Saved entries:
-.-.-

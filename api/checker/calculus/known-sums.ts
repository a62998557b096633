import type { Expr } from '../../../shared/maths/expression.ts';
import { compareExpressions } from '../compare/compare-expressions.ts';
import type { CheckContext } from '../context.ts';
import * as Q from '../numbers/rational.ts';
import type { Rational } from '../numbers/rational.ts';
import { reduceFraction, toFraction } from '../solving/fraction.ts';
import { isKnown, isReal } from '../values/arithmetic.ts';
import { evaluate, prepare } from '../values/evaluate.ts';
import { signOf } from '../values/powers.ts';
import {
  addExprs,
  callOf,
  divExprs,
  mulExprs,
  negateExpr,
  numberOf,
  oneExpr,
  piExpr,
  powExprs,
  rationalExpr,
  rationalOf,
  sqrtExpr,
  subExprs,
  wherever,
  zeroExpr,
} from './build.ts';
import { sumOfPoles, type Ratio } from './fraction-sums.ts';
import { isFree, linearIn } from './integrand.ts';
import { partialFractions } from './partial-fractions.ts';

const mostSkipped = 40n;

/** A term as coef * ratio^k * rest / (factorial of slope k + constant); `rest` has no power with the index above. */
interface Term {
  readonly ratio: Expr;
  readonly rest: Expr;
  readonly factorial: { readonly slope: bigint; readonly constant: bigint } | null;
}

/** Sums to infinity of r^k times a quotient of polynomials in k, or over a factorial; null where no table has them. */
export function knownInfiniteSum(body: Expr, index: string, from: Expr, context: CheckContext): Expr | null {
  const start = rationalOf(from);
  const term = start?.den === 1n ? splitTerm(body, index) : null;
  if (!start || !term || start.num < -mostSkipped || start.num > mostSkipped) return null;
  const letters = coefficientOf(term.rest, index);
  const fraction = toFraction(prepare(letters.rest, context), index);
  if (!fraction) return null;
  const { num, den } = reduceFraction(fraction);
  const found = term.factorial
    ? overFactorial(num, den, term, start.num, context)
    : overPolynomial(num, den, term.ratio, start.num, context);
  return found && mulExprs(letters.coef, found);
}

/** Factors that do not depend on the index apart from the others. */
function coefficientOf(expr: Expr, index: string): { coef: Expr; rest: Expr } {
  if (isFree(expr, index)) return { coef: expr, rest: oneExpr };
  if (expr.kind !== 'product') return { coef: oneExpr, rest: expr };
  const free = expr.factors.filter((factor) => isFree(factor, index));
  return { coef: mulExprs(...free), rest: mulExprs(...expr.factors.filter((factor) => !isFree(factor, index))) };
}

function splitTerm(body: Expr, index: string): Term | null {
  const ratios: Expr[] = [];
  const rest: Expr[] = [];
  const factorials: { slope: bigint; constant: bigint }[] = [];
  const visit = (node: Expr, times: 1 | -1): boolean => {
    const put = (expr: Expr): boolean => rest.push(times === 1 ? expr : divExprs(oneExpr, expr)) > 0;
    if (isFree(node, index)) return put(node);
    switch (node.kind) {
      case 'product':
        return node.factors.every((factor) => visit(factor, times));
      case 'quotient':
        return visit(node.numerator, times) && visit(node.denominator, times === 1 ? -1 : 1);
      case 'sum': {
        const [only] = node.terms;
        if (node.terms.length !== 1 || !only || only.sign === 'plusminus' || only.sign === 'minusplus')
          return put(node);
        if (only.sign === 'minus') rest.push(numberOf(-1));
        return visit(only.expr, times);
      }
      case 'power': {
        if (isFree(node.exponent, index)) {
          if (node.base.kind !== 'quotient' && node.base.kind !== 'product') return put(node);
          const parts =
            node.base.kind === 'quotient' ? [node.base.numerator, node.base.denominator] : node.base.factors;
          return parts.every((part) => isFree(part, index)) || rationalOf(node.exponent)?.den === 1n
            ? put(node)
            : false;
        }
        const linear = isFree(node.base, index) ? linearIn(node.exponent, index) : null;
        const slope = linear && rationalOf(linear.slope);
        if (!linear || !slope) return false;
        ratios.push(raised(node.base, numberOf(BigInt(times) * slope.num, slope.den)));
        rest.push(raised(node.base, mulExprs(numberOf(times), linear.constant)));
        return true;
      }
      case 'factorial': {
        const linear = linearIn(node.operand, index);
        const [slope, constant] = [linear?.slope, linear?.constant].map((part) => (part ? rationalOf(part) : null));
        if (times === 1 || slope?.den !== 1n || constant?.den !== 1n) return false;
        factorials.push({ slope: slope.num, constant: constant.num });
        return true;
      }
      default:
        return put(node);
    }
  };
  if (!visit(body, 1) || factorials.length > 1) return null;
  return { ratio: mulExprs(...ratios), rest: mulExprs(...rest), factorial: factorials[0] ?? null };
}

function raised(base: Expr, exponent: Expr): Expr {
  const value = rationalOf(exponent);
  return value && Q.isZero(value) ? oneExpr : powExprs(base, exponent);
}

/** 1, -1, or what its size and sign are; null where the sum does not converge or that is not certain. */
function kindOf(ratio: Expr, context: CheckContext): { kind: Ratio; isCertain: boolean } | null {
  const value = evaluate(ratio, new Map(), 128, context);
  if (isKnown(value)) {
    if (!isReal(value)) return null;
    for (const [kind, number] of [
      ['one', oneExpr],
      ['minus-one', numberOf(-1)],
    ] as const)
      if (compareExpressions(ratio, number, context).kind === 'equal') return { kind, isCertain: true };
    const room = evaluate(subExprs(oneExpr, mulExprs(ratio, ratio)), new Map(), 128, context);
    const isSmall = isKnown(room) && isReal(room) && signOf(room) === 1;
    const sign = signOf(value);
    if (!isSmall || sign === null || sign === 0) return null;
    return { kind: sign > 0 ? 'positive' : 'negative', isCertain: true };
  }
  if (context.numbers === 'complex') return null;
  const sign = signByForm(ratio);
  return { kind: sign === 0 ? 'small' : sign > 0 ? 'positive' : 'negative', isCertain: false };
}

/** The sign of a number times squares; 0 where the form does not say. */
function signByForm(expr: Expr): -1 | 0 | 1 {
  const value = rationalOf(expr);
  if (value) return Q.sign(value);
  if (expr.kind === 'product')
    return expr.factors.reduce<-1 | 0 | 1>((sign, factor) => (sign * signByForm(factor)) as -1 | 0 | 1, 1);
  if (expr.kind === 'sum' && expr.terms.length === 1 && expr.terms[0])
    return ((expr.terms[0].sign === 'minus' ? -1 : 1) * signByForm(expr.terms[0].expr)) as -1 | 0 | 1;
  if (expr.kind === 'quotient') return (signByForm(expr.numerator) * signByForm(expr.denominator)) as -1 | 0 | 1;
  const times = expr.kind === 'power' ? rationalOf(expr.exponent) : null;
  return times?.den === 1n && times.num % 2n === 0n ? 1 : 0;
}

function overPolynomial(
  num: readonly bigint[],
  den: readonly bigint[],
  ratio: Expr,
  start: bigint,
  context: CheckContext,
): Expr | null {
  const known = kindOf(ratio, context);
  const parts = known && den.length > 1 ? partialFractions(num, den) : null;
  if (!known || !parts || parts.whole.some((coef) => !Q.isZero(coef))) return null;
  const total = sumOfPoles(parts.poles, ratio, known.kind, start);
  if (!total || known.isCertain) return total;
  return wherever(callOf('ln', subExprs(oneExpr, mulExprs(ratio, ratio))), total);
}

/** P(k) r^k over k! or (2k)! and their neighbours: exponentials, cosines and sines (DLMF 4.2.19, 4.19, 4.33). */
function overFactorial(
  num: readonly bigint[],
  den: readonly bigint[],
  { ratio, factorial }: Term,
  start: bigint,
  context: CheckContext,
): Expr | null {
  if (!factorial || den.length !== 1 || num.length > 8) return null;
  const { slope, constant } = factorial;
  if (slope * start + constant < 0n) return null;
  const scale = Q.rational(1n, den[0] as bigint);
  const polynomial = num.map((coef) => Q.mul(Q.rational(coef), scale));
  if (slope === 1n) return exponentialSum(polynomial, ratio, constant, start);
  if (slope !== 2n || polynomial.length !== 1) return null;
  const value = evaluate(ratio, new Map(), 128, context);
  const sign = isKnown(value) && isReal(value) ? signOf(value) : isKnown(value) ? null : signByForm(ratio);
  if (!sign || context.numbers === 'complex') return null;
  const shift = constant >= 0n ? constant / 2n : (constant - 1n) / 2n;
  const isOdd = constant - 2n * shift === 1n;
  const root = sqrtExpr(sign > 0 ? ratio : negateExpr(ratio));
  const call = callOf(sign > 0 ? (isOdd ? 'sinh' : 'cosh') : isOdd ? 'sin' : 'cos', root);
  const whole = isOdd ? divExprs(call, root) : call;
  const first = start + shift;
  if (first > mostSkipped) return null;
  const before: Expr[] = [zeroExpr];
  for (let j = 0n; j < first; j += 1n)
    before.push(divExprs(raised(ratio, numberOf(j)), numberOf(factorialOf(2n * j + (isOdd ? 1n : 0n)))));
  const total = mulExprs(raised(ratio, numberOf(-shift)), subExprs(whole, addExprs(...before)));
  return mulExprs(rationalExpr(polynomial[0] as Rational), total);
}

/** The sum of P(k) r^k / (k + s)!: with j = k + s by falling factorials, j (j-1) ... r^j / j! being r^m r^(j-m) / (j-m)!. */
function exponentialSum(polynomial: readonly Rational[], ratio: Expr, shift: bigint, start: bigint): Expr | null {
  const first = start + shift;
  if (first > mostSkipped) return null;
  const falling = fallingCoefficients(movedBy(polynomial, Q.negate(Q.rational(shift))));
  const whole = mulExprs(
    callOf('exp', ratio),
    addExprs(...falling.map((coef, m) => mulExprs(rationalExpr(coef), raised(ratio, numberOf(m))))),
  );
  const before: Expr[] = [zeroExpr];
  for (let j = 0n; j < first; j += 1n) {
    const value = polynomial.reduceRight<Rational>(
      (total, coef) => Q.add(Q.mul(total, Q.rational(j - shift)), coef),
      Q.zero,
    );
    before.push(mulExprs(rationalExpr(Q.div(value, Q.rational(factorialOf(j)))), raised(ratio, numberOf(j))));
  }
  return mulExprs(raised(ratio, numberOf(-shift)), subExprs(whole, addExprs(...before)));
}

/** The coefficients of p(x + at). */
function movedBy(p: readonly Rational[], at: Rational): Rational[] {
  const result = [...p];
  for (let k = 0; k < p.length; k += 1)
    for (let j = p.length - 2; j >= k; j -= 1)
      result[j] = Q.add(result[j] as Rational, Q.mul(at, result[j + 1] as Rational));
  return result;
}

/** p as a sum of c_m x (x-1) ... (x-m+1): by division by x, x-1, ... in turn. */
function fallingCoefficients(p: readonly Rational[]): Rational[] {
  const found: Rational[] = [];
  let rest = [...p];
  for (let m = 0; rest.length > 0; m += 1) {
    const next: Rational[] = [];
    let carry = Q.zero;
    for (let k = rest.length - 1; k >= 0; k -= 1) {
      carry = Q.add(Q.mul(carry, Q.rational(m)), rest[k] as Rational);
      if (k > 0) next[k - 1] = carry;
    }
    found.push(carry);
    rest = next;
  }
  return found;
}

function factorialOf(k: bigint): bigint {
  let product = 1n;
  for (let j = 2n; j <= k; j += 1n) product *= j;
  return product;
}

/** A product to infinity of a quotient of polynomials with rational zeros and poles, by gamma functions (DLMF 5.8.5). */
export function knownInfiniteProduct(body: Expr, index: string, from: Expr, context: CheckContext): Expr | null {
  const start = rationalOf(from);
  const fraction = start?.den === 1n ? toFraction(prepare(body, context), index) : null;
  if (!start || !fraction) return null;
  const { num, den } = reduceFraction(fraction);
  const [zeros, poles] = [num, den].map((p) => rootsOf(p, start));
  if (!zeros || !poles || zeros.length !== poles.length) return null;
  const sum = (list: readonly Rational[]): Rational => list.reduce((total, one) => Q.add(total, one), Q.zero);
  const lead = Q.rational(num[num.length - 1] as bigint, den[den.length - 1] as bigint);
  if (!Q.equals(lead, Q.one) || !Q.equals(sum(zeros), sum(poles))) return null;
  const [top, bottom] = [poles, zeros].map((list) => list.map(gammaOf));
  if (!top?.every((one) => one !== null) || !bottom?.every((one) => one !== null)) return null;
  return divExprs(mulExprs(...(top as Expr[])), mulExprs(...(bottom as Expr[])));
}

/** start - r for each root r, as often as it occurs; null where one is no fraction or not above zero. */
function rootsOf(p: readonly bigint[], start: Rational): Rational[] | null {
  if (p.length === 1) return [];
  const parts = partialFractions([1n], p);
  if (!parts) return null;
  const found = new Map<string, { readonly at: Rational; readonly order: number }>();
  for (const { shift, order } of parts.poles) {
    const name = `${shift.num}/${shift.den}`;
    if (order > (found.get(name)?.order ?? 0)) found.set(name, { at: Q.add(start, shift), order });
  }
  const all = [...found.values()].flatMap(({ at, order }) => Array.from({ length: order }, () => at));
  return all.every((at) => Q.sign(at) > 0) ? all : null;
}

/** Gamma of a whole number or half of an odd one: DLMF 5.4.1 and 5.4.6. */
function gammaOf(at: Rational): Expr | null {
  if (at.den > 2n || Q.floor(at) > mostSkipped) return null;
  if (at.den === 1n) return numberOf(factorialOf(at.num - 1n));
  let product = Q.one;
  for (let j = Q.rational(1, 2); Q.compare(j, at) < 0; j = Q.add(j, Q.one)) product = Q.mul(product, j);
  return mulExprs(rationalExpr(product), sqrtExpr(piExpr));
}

-.-.-

TASK DETAILS:
Could you find each line in the entries that contains the string "complex" and copy it?

ANSWER SECTION:
  if (context.numbers === 'complex') return null;
  if (!sign || context.numbers === 'complex') return null;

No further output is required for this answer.